The penthouse office looked like a war zone that had lost. One wall of floor-to-ceiling glass was spider-webbed from the impact of a bronze sculpture that now lay on its side, the abstract face of some long-dead Lorenzini patriarch staring at the ceiling with cracked marble eyes. The custom mahogany desk (imported from Sicily, forty-two thousand dollars) had been overturned and used as a battering ram against the liquor cabinet; bottles of Macallan and Grappa lay bleeding amber and clear across white carpet that would never be white again. A sixty-five-inch monitor dangled by its cables, still flickering with frozen security footage of a white-haired figure walking through smoke like death on vacation.

Joseph "Hammerhead" Lorenzini stood in the middle of the wreckage breathing like a bull that had just discovered the red cape was nailed to the floor.

Hammerhead: Two hundred and ninety-four million. That's the current tally. Two hundred and ninety-four million dollars in product, real estate, payoffs, and medical bills since those two freaks decided to play hero. Eleven warehouses. Six armored convoys. Four money-laundering fronts. Four hundred and thirty-seven men in traction with more fractures than a demolition derby. And not one corpse for the coroner. They're not even giving us the dignity of funerals.

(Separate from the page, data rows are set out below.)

"""Marks: is the table read at a few discrete azimuths per turn, and how many?

The azimuths of all readings are reduced to occupied bins of :data:`MARK_BIN_DEG` (1e-4°) with one
``bincount`` — O(n), no sort of the full log, and additive over chunks (a log read in chunks gives
the same answer as the log read whole) — and the clusters of occupied bins are found on those.
A log has marks when there are at most :data:`MAX_MARKS` clusters of readings, each narrower
than :data:`MAX_MARK_WIDTH_DEG` (encoder jitter at a mark is tolerated).
"""

from __future__ import annotations

import numpy as np

from .unwrap import MARK_BIN_DEG, MARK_TOL_DEG

MAX_MARKS = 64
MAX_MARK_WIDTH_DEG = 1.0
_NBINS = int(round(360.0 / MARK_BIN_DEG))


class MarkBins:
    """Occupied azimuth bins of the readings fed so far (unwrapped angles in radians)."""

    def __init__(self):
        self.occupied = np.zeros(_NBINS, bool)

    def feed(self, angle_rad: np.ndarray) -> None:
        if angle_rad.size == 0:
            return
        q = np.rad2deg(angle_rad)
        q *= 1.0 / MARK_BIN_DEG
        np.floor(q, out=q)  # bin number on the unwrapped angle, then modulo one turn (np.mod is slow)
        q -= _NBINS * np.floor(q * (1.0 / _NBINS))
        idx = q.astype(np.int64)
        idx[idx >= _NBINS] = 0  # rounding at the top of the turn
        if idx.size > _NBINS // 8:
            self.occupied |= np.bincount(idx, minlength=_NBINS) > 0
        else:
            self.occupied[idx] = True

    def count(self) -> int | None:
        """Number of marks per turn, or None for continuous sampling."""
        az = np.flatnonzero(self.occupied) * MARK_BIN_DEG  # sorted, occupied
        if az.size == 0:
            return None
        breaks = np.flatnonzero(np.diff(az) > MARK_TOL_DEG)
        lo = np.concatenate(([0], breaks + 1))
        hi = np.append(breaks, az.size - 1)
        width = az[hi] - az[lo]
        count = lo.size
        if count > 1 and az[0] + 360.0 - az[-1] <= MARK_TOL_DEG:  # the cluster around 0°/360°
            width[0] = width[0] + width[-1] + (az[0] + 360.0 - az[-1])
            width = width[:-1]
            count -= 1
        if count > MAX_MARKS or float(width.max()) > MAX_MARK_WIDTH_DEG:
            return None
        return int(count)
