r"""The apparatus: what a classical wind (or an RMS anisotropy) would do to *this* instrument.

Classical wind: second-order path difference of an orthogonal pair
-------------------------------------------------------------------
Let the apparatus move with speed ``v`` (``β = v/c``) through a medium in which light travels at
``c`` in every direction, and let an arm of effective (folded) length ``L`` make the angle ``ψ``
with the velocity.  In the medium's frame the light going out and back along the arm covers the
arm plus the displacement of the moving mirror; solving the two triangles gives the round-trip
time (exact in β)

.. math::

    t(ψ) = \frac{2L}{c}\,\frac{\sqrt{1 - β^2 \sin^2ψ}}{1 - β^2}
         ≈ \frac{2L}{c}\Bigl[1 + β^2 - \tfrac12 β^2 \sin^2ψ\Bigr]
         = \frac{2L}{c}\Bigl[1 + \tfrac34 β^2 + \tfrac14 β^2 \cos 2ψ\Bigr] + O(β^4).

Arm 2 is at ``ψ + 90°``, where ``cos 2ψ`` changes sign, so the difference of the round-trip
times is ``t_1 − t_2 = (L/c) β² cos 2ψ`` and the optical path difference is
``ΔS = c (t_1 − t_2) = L β² cos 2ψ``.  Counted in fringes of wavelength ``λ``:

.. math::

    N(ψ) = \frac{ΔS}{λ} = \frac{L v^2}{λ c^2}\cos 2ψ .

With the table angle θ of arm 1 and the table angle φ at which arm 1 lies along the wind axis,
``ψ = θ − φ`` and the signal is ``A cos(2(θ − φ))`` with the **amplitude**
``A = L v² / (λ c²)`` (:meth:`Apparatus.wind_amplitude`).  The shift between orientations 90°
apart (ψ = 0 against ψ = 90°) is the **peak-to-peak** value ``2A``
(:meth:`Apparatus.wind_peak_to_peak`).  Only the velocity's projection onto the plane of the
arms (the in-plane speed ``v_h``) enters: a component normal to the plane adds the same
``β_⊥²`` to both arms.  Inverting, an upper limit ``A_up`` on the amplitude bounds the in-plane
speed: ``v ≤ c·sqrt(λ A_up / L)`` (:meth:`Apparatus.speed_bound`).

Fringes and fractional changes
------------------------------
Each arm's light makes a round trip of optical length ``2L``.  A fractional change ``ε`` of that
round trip (equivalently of the round-trip time, or — with a minus sign — of a resonator's
frequency, ``δν/ν = −δt/t``) changes the path by ``2Lε``, i.e. by ``2Lε/λ`` fringes.  Hence an
amplitude in fringes equals ``(2L/λ)`` times the same amplitude as a fractional change
(:meth:`Apparatus.fractional_to_fringe`).  From the path difference above the fractional
difference of the round trips is ``ΔS / (2L) = (β²/2) cos 2ψ``: the classical wind gives
``(v/c)²/2`` as a fractional amplitude for an orthogonal pair, independent of ``L`` and ``λ``.
Check: ``(2L/λ)·β²/2 = Lβ²/λ``.

Robertson–Mansouri–Sexl
-----------------------
In the RMS test theory the two-way speed of light in a frame moving with ``v`` relative to the
preferred frame depends on the angle as ``c(ψ)/c = 1 + P' β² sin²ψ + (isotropic terms)`` with
``P' = ½ − β_RMS + δ_RMS`` (notation ``P = β_RMS − δ_RMS − ½ = −P'``).  The round-trip time is
``t(ψ) ≈ (2L/c)(1 − P' β² sin²ψ − …)``, so ``t_1 − t_2 = (2L/c) P' β² cos 2ψ``: the 2θ amplitude
is ``2|P| · L v²/(λ c²)``.  The Galilean transformation (all RMS coefficients 0) has
``P = −½`` and reproduces the classical wind; special relativity has ``P = 0``.  So

* :meth:`Apparatus.rms_amplitude` ``(P, v) = 2|P| · A_wind(v)``, and
* :meth:`Apparatus.rms_bound` ``(A_up, v) = ½ · A_up / A_wind(v)`` bounds ``|β − δ − ½|``.

Here ``v`` is the velocity relative to the hypothesised preferred frame (conventionally the CMB
frame; see :mod:`nullfit.sky`).  The sign of ``P`` flips the sign of the 2θ term (the phase moves
by 90° in θ); amplitudes do not see it.

Sign of the readout
-------------------
nullfit predicts ``+A cos(2(θ − φ))`` for a signal that *grows when arm 1's optical round trip
lengthens relative to arm 2's* (``readout_sign=+1``).  A log of a resonator beat
``(ν_1 − ν_2)/ν`` falls when arm 1 lengthens: give ``readout_sign=-1`` so predicted
``(c₂, s₂)`` templates carry the right sign.  Amplitudes are unaffected.
"""

from __future__ import annotations

import math
from dataclasses import KW_ONLY, dataclass
from typing import Any, Mapping

import numpy as np

from ..core.conventions import SIGNAL_UNITS, SPEED_OF_LIGHT, peak_to_peak
from ..core.render import Described, Summary

__all__ = ["Apparatus"]

#: Signal kinds: fringe position (fractions of a fringe) or fractional frequency/path (Δν/ν).

_UNITS = {"fringe": "fringe", "fractional": "Δν/ν"}

#: Relative tolerance of ``arm_length_m = physical_arm_m × folds`` (as the manifest reader's).
FOLD_RTOL = 1e-3

_MAPPING_KEYS = ("arm_length_m", "wavelength_m", "signal", "folds", "name", "physical_arm_m", "readout_sign")


def _scalar_or_array(x):
    arr = np.asarray(x, dtype=float)
    return float(arr) if arr.ndim == 0 else arr


def _positive_or_none(value, name: str):
    if value is None:
        return None
    if isinstance(value, bool):
        raise TypeError(f"{name} must be a number, not a bool")
    v = float(value)
    if not (math.isfinite(v) and v > 0):
        raise ValueError(f"{name} must be a positive finite number, not {value!r}")
    return v


@dataclass(frozen=True)
class Apparatus(Described):
    """A two-arm interferometer (fringe signal) or an orthogonal resonator pair (fractional signal).

    Parameters
    ----------
    arm_length_m
        The **effective (folded) optical arm length** L in metres: the length that enters
        ``L v²/(λ c²)``.  For an arm folded by mirrors this is the physical arm length times the
        number of folds; it is *not* recomputed from ``folds``.  May be None for a fractional
        signal (the wind amplitude ``(v/c)²/2`` needs no length), but then fringe ↔ fractional
        conversions are unavailable.
    wavelength_m
        Wavelength λ of the light in metres (may be None for a fractional signal).
    signal
        ``"fringe"`` (fringe position, fractions of a fringe) or ``"fractional"``
        (Δν/ν of a resonator pair, or a fractional path change).
    folds
        Number of folds of each arm — provenance only.
    name
        A label for tables and reports.
    physical_arm_m
        Physical arm length — provenance; if given together with ``folds`` it must satisfy
        ``arm_length_m = physical_arm_m × folds`` to a relative 1e-3 (a ValueError names both
        otherwise).
    readout_sign
        +1 if the logged signal grows when arm 1's optical round trip lengthens relative to
        arm 2's; −1 for e.g. a resonator beat ``(ν₁ − ν₂)/ν``.  Only the sign of predicted
        ``(c₂, s₂)`` templates depends on it.

    Notes
    -----
    The formulas are derived in the module docstring (:mod:`nullfit.apparatus`).
    ``wind_amplitude`` and ``wind_peak_to_peak`` are deliberately separate methods: the
    peak-to-peak shift between orientations 90° apart is twice the amplitude.
    """

    arm_length_m: float | None
    wavelength_m: float | None
    _: KW_ONLY
    signal: str = "fringe"
    folds: float | None = None
    name: str | None = None
    physical_arm_m: float | None = None
    readout_sign: int = 1

    def __post_init__(self):
        if self.signal not in SIGNAL_UNITS:
            raise ValueError(f"signal must be 'fringe' or 'fractional', not {self.signal!r}")
        set_ = object.__setattr__
        set_(self, "arm_length_m", _positive_or_none(self.arm_length_m, "arm_length_m"))
        set_(self, "wavelength_m", _positive_or_none(self.wavelength_m, "wavelength_m"))
        set_(self, "physical_arm_m", _positive_or_none(self.physical_arm_m, "physical_arm_m"))
        folds = _positive_or_none(self.folds, "folds")
        if folds is not None and folds.is_integer():
            folds = int(folds)
        set_(self, "folds", folds)
        if self.readout_sign not in (1, -1) or isinstance(self.readout_sign, bool):
            raise ValueError(f"readout_sign must be +1 or -1, not {self.readout_sign!r}")
        set_(self, "readout_sign", int(self.readout_sign))
        if self.name is not None:
            set_(self, "name", str(self.name))
        if self.physical_arm_m is not None and self.folds is not None:
            implied = self.physical_arm_m * self.folds
            if self.arm_length_m is None:
                raise ValueError(
                    f"give arm_length_m, the effective (folded) length; physical_arm_m × folds = "
                    f"{self.physical_arm_m:g} m × {self.folds:g} = {implied:g} m"
                )
            if not math.isclose(self.arm_length_m, implied, rel_tol=FOLD_RTOL):
                raise ValueError(
                    f"arm_length_m = {self.arm_length_m:g} m disagrees with physical_arm_m × folds = "
                    f"{self.physical_arm_m:g} m × {self.folds:g} = {implied:g} m "
                    "(arm_length_m must be the effective, folded length)"
                )
        if self.signal == "fringe" and (self.arm_length_m is None or self.wavelength_m is None):
            raise ValueError("a fringe signal needs arm_length_m (effective, folded) and wavelength_m")

    # ------------------------------------------------------------------ construction
    @classmethod
    def from_mapping(cls, d: Mapping[str, Any]) -> "Apparatus":
        """Build from a manifest's ``[apparatus]`` table.

        Keys: ``arm_length_m``, ``wavelength_m``, ``signal``, ``folds``, ``name``, and optionally
        ``physical_arm_m`` (checked against ``arm_length_m = physical_arm_m × folds``) and
        ``readout_sign``.  Unknown keys raise ValueError (a misspelt key must not be ignored).
        """
        if not isinstance(d, Mapping):
            raise TypeError(f"[apparatus] must be a table (mapping), not {type(d).__name__}")
        unknown = sorted(set(d) - set(_MAPPING_KEYS))
        if unknown:
            raise ValueError(f"unknown [apparatus] key(s) {unknown}; allowed: {list(_MAPPING_KEYS)}")
        kwargs = {k: d[k] for k in _MAPPING_KEYS if k in d and k not in ("arm_length_m", "wavelength_m")}
        return cls(d.get("arm_length_m"), d.get("wavelength_m"), **kwargs)

    # ------------------------------------------------------------------ basic properties
    @property
    def unit(self) -> str:
        """Unit of the signal and of every amplitude this apparatus returns."""
        return _UNITS[self.signal]

    def _need_length_and_wavelength(self, what: str):
        if self.arm_length_m is None or self.wavelength_m is None:
            raise ValueError(f"{what} needs both arm_length_m and wavelength_m")
        return self.arm_length_m, self.wavelength_m

    @property
    def fringes_per_fractional(self) -> float:
        """``2L/λ``: an amplitude in fringes per unit fractional (round-trip) amplitude."""
        L, lam = self._need_length_and_wavelength("the fringe ↔ fractional conversion")
        return 2.0 * L / lam

    def fractional_to_fringe(self, amplitude):
        """Amplitude in fringes for a fractional amplitude: ``(2L/λ) · a``."""
        return _scalar_or_array(np.asarray(amplitude, dtype=float) * self.fringes_per_fractional)

    def fringe_to_fractional(self, amplitude):
        """Fractional amplitude for an amplitude in fringes: ``a · λ/(2L)``."""
        return _scalar_or_array(np.asarray(amplitude, dtype=float) / self.fringes_per_fractional)

    # ------------------------------------------------------------------ classical wind
    def wind_amplitude(self, speed_m_s):
        """2θ **amplitude** of the classical wind for in-plane speed ``speed_m_s`` (m/s).

        ``L v²/(λ c²)`` fringes for a fringe signal, ``(v/c)²/2`` for a fractional one.
        Vectorised; a scalar in gives a float out.  Not a peak-to-peak value — see
        :meth:`wind_peak_to_peak`.
        """
        v = np.asarray(speed_m_s, dtype=float)
        if np.any(v < 0) or not np.all(np.isfinite(v)):
            raise ValueError("speed_m_s must be finite and non-negative")
        beta2 = (v / SPEED_OF_LIGHT) ** 2
        if self.signal == "fringe":
            amp = self.arm_length_m * beta2 / self.wavelength_m
        else:
            amp = 0.5 * beta2
        return _scalar_or_array(amp)

    def wind_peak_to_peak(self, speed_m_s):
        """**Peak-to-peak** shift between orientations 90° apart: ``2 × wind_amplitude``."""
        return peak_to_peak(self.wind_amplitude(speed_m_s))

    def speed_bound(self, amplitude_upper):
        """Upper limit on the in-plane wind speed (m/s) from an upper limit on the 2θ **amplitude**.

        ``c·sqrt(λ A_up / L)`` (fringe) or ``c·sqrt(2 A_up)`` (fractional).  A quoted
        peak-to-peak bound must be halved first
        (:func:`nullfit.core.conventions.amplitude_from_peak_to_peak`).
        """
        a = np.asarray(amplitude_upper, dtype=float)
        if np.any(a < 0) or not np.all(np.isfinite(a)):
            raise ValueError("amplitude_upper must be finite and non-negative")
        if self.signal == "fringe":
            beta2 = self.wavelength_m * a / self.arm_length_m
        else:
            beta2 = 2.0 * a
        return _scalar_or_array(SPEED_OF_LIGHT * np.sqrt(beta2))

    # ------------------------------------------------------------------ RMS
    def rms_amplitude(self, beta_minus_delta_minus_half, speed_m_s):
        """2θ amplitude for the RMS combination ``P = β − δ − ½`` at speed ``speed_m_s``.

        ``2|P| · wind_amplitude(v)``; ``P = −½`` (Galilean) is the classical wind, ``P = 0``
        (special relativity) gives nothing.
        """
        p = np.abs(np.asarray(beta_minus_delta_minus_half, dtype=float))
        return _scalar_or_array(2.0 * p * np.asarray(self.wind_amplitude(speed_m_s)))

    def rms_bound(self, amplitude_upper, speed_m_s):
        """Upper limit on ``|β − δ − ½|`` from an amplitude limit, for a velocity of ``speed_m_s``.

        ``½ · A_up / wind_amplitude(v)``, with ``v`` the in-plane speed relative to the
        preferred frame.
        """
        a = np.asarray(amplitude_upper, dtype=float)
        if np.any(a < 0):
            raise ValueError("amplitude_upper must be non-negative")
        w = np.asarray(self.wind_amplitude(speed_m_s))
        if np.any(w <= 0):
            raise ValueError("speed_m_s must be positive for an RMS bound")
        return _scalar_or_array(0.5 * a / w)

    # ------------------------------------------------------------------ description
    def to_dict(self) -> dict:
        """JSON-able mapping; :meth:`from_mapping` reads it back."""
        d = {
            "arm_length_m": self.arm_length_m,
            "wavelength_m": self.wavelength_m,
            "signal": self.signal,
            "folds": self.folds,
            "name": self.name,
            "physical_arm_m": self.physical_arm_m,
            "readout_sign": self.readout_sign,
        }
        return d

    def summary(self) -> Summary:
        rows = [
            ("effective (folded) arm length L", self.arm_length_m, "m"),
            ("wavelength λ", self.wavelength_m, "m"),
            ("signal", self.signal, self.unit),
        ]
        if self.folds is not None:
            rows.append(("folds (provenance)", self.folds, ""))
        if self.physical_arm_m is not None:
            rows.append(("physical arm length", self.physical_arm_m, "m"))
        rows.append(("readout sign", self.readout_sign, ""))
        notes = [
            "classical wind: amplitude L v²/(λ c²) fringes (fractional: (v/c)²/2); "
            "peak-to-peak between orientations 90° apart = 2 × amplitude"
        ]
        title = "Apparatus" + (f": {self.name}" if self.name else "")
        return Summary(title=title, rows=tuple(rows), notes=tuple(notes))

He kicked the overturned desk so hard the leg snapped clean off. The sound cracked through the room like a gunshot.

Frankie Bones (his second since the last one took early retirement in a full-body cast) stood near the ruined bar, tablet clutched to his chest like a shield. He had been with Hammerhead for fifteen years and had never seen the man this close to the edge without stepping over it.

Frankie: Ghost-Spider hit the Queens shipment last night. Webbed the whole convoy to the underside of the Kosciuszko Bridge. Drivers still hanging there when the sun came up. Cops had to bring cherry pickers. Vector took the Red Hook armory the same night. Thirty-eight seconds on the internal clock. Thirty-eight seconds and forty-one guys down. He left the walls standing so the insurance adjusters could see exactly what he did to our inventory.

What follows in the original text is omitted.